Institutions: University of Basel and University Hospital Basel.
The study of T cell responses and their consequences during allo-antigen recognition requires a model that enables one to distinguish between donor and host T cells, to easily monitor the graft, and to adapt the system in order to answer different immunological questions. Medawar and colleagues established allogeneic tail-skin transplantation in mice in 1955. Since then, the skin transplantation model has been continuously modified and adapted to answer specific questions. The use of tail-skin renders this model easy to score for graft rejection, requires neither extensive preparation nor deep anesthesia, is applicable to animals of all genetic background, discourages ischemic necrosis, and permits chemical and biological intervention. In general, both CD4+ and CD8+ allogeneic T cells are responsible for the rejection of allografts since they recognize mismatched major histocompatibility antigens from different mouse strains.
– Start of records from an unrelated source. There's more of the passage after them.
"""The fingerprint follows what is read, not what the files look like."""

import shutil
from dataclasses import replace
from pathlib import Path

import pytest
from pydicom.data import get_testdata_file

from app.files.fingerprint import fingerprint, short_fingerprint
from app.files.room_file import read_room
from app.files.setup_file import read_setup
from geometry.imported import ContourStack
from geometry.setup import Surface
from tests.app.files.documents import (
    ROOM_TEXT,
    SETUP_TEXT,
    Document,
    as_toml,
    changed,
    places,
    room_document,
    setup_document,
    value_at,
    written,
)
from tests.app.files.test_room_file import TETRAHEDRON


@pytest.fixture
def setup_path(tmp_path: Path) -> Path:
    written(tmp_path / "test.room.toml", ROOM_TEXT)
    return written(tmp_path / "x.setup.toml", SETUP_TEXT)


def numbers_in(document: Document) -> list[tuple[str | int, ...]]:
    """Return the place of every number but the format's."""
    return [
        place
        for place in places(document)
        if place != ("format",) and isinstance(value_at(document, place), int | float)
        if not isinstance(value_at(document, place), bool)
    ]


def test_it_is_sixty_four_hexadecimal_digits_and_short_form_its_first_sixteen(setup_path: Path) -> None:
    setup = read_setup(setup_path)
    whole = fingerprint(setup)
    assert len(whole) == 64
    assert set(whole) <= set("0123456789abcdef")
    assert short_fingerprint(setup) == whole[:16]
    assert fingerprint(setup.room) != whole


def test_comments_blanks_order_of_keys_and_folders_leave_it_alone(setup_path: Path, tmp_path: Path) -> None:
    before = fingerprint(read_setup(setup_path))
    other = tmp_path / "elsewhere"
    other.mkdir()
    rewritten = dict(reversed([(key, value) for key, value in room_document().items()]))
    text = "\n".join(f"# a comment\n  {key}   = {as_toml(value)}" for key, value in rewritten.items())
    written(other / "renamed.room.toml", text)
    document = changed(setup_document(), ("room",), "elsewhere/renamed.room.toml")
    document["fitted"] = dict(reversed(list(document["fitted"].items())))
    document["fitted"]["arms"] = dict(reversed(list(document["fitted"]["arms"].items())))
    assert fingerprint(read_setup(written(tmp_path / "other.setup.toml", document))) == before


def test_whole_numbers_and_decimals_are_the_same_and_so_are_the_zeros(tmp_path: Path) -> None:
    whole = changed(room_document(), ("couch", "head_end_mm"), 0)
    signed = changed(room_document(), ("couch", "head_end_mm"), -0.0)
    prints = {fingerprint(read_room(written(tmp_path / "r.room.toml", document))) for document in (whole, signed)}
    assert len(prints) == 1


def test_every_number_of_a_room_changes_it(tmp_path: Path) -> None:
    document = room_document()
    seen = {fingerprint(read_room(written(tmp_path / "r.room.toml", document)))}
    tried = numbers_in(document)
    for place in tried:
        value = value_at(document, place)
        other = -value if place[-1] == "sense" else value + 1e-3
        seen.add(fingerprint(read_room(written(tmp_path / "r.room.toml", changed(document, place, other)))))
    assert len(tried) > 100
    assert len(seen) == 1 + len(tried)


def test_every_number_of_a_set_up_changes_it(setup_path: Path) -> None:
    document = setup_document()
    seen = {fingerprint(read_setup(setup_path))}
    tried = numbers_in(document)
    for place in tried:
        other = changed(document, place, value_at(document, place) + 0.125)
        seen.add(fingerprint(read_setup(written(setup_path, other))))
    assert len(tried) > 20
    assert len(seen) == 1 + len(tried)


@pytest.mark.parametrize(
    ("place", "value"),
    [
        (("patient", "position"), "FFP"),
        (("patient", "arm_left"), "at the side"),
        (("patient", "legs"), "together"),
        (("isocentre", "landmark"), "navel"),
        (("fitted", "accessories"), ["applicator"]),
        (("fitted", "arms", "panel"), "parked"),
        (("fitted", "collimator_deg"), "any"),
        (("required", "with_survey"), False),
        (("required", "component", 0, "patient_only"), True),
        (("device",), None),
    ],
)
def test_every_choice_of_a_set_up_changes_it(setup_path: Path, place: tuple[str | int, ...], value: object) -> None:
    before = fingerprint(read_setup(setup_path))
    assert fingerprint(read_setup(written(setup_path, changed(setup_document(), place, value)))) != before


@pytest.mark.parametrize(
    ("place", "value"),
    [
        (("part", 9, "follows"), ["turntable", "eccentric"]),
        (("part", 6, "mount"), "gantry"),
        (("part", 3, "axis"), "x"),
        (("part", 4, "turns", 0, 0), "y"),
        (("joined", 1, "with"), ["floor"]),
        (("collimator",), None),
    ],
)
def test_every_choice_of_a_room_changes_it(tmp_path: Path, place: tuple[str | int, ...], value: object) -> None:
    before = fingerprint(read_room(written(tmp_path / "a.room.toml", ROOM_TEXT)))
    document = changed(room_document(), place, value)
    assert fingerprint(read_room(written(tmp_path / "b.room.toml", document))) != before


def test_the_room_counts_in_the_set_up(setup_path: Path, tmp_path: Path) -> None:
    before = fingerprint(read_setup(setup_path))
    written(tmp_path / "test.room.toml", ROOM_TEXT.replace("outer_radius_mm = 900", "outer_radius_mm = 901"))
    assert fingerprint(read_setup(setup_path)) != before


def test_a_mesh_counts_with_its_vertices_and_its_unit_not_its_name(tmp_path: Path) -> None:
    def of(name: str, content: str, unit: str = "mm") -> str:
        (tmp_path / name).write_text(content)
        part = {"name": "pedestal", "mount": "couch", "shape": "mesh", "file": name, "unit": unit}
        return fingerprint(read_room(written(tmp_path / "m.room.toml", changed(room_document(), ("part", 9), part))))

    first = of("a.obj", TETRAHEDRON)
    assert of("b.obj", "# the same\n" + TETRAHEDRON) == first
    assert of("a.obj", TETRAHEDRON.replace("v 100 0 0", "v 100.001 0 0")) != first
    assert of("a.obj", TETRAHEDRON, "cm") != first


def test_contours_count_with_their_points(tmp_path: Path, setup_path: Path) -> None:
    shutil.copy(str(get_testdata_file("rtstruct.dcm", download=False)), tmp_path / "s.dcm")
    document = setup_document()
    document["patient"] = {"position": "HFS", "source": "structure set", "file": "s.dcm"}
    document["isocentre"] = {"dicom_mm": [0, 0, 0]}
    setup = read_setup(written(setup_path, document))
    assert isinstance(setup.patient, Surface)
    assert isinstance(setup.patient.solid, ContourStack)
    (z_mm, points), *others = setup.patient.solid.contours
    moved = points.copy()
    moved[0, 0] += 1e-6
    solid = replace(setup.patient.solid, contours=((z_mm, moved), *others))
    assert fingerprint(replace(setup, patient=replace(setup.patient, solid=solid))) != fingerprint(setup)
Several models have been described for activating allogeneic T cells in skin-transplanted mice. The identification of major histocompatibility complex (MHC) class I and II molecules in different mouse strains including C57BL/6 mice was an important step toward understanding and studying T cell-mediated alloresponses. In the tail-skin transplantation model described here, a three-point mutation (I-Abm12) in the antigen-presenting groove of the MHC-class II (I-Ab) molecule is sufficient to induce strong allogeneic CD4+ T cell activation in C57BL/6 mice. Skin grafts from I-Abm12 mice on C57BL/6 mice are rejected within 12-15 days, while syngeneic grafts are accepted for up to 100 days. The absence of T cells (CD3-/- and Rag2-/- mice) allows skin graft acceptance up to 100 days, which can be overcome by transferring 2 x 104 wild type or transgenic T cells. Adoptively transferred T cells proliferate and produce IFN-γ in I-Abm12-transplanted Rag2-/- mice.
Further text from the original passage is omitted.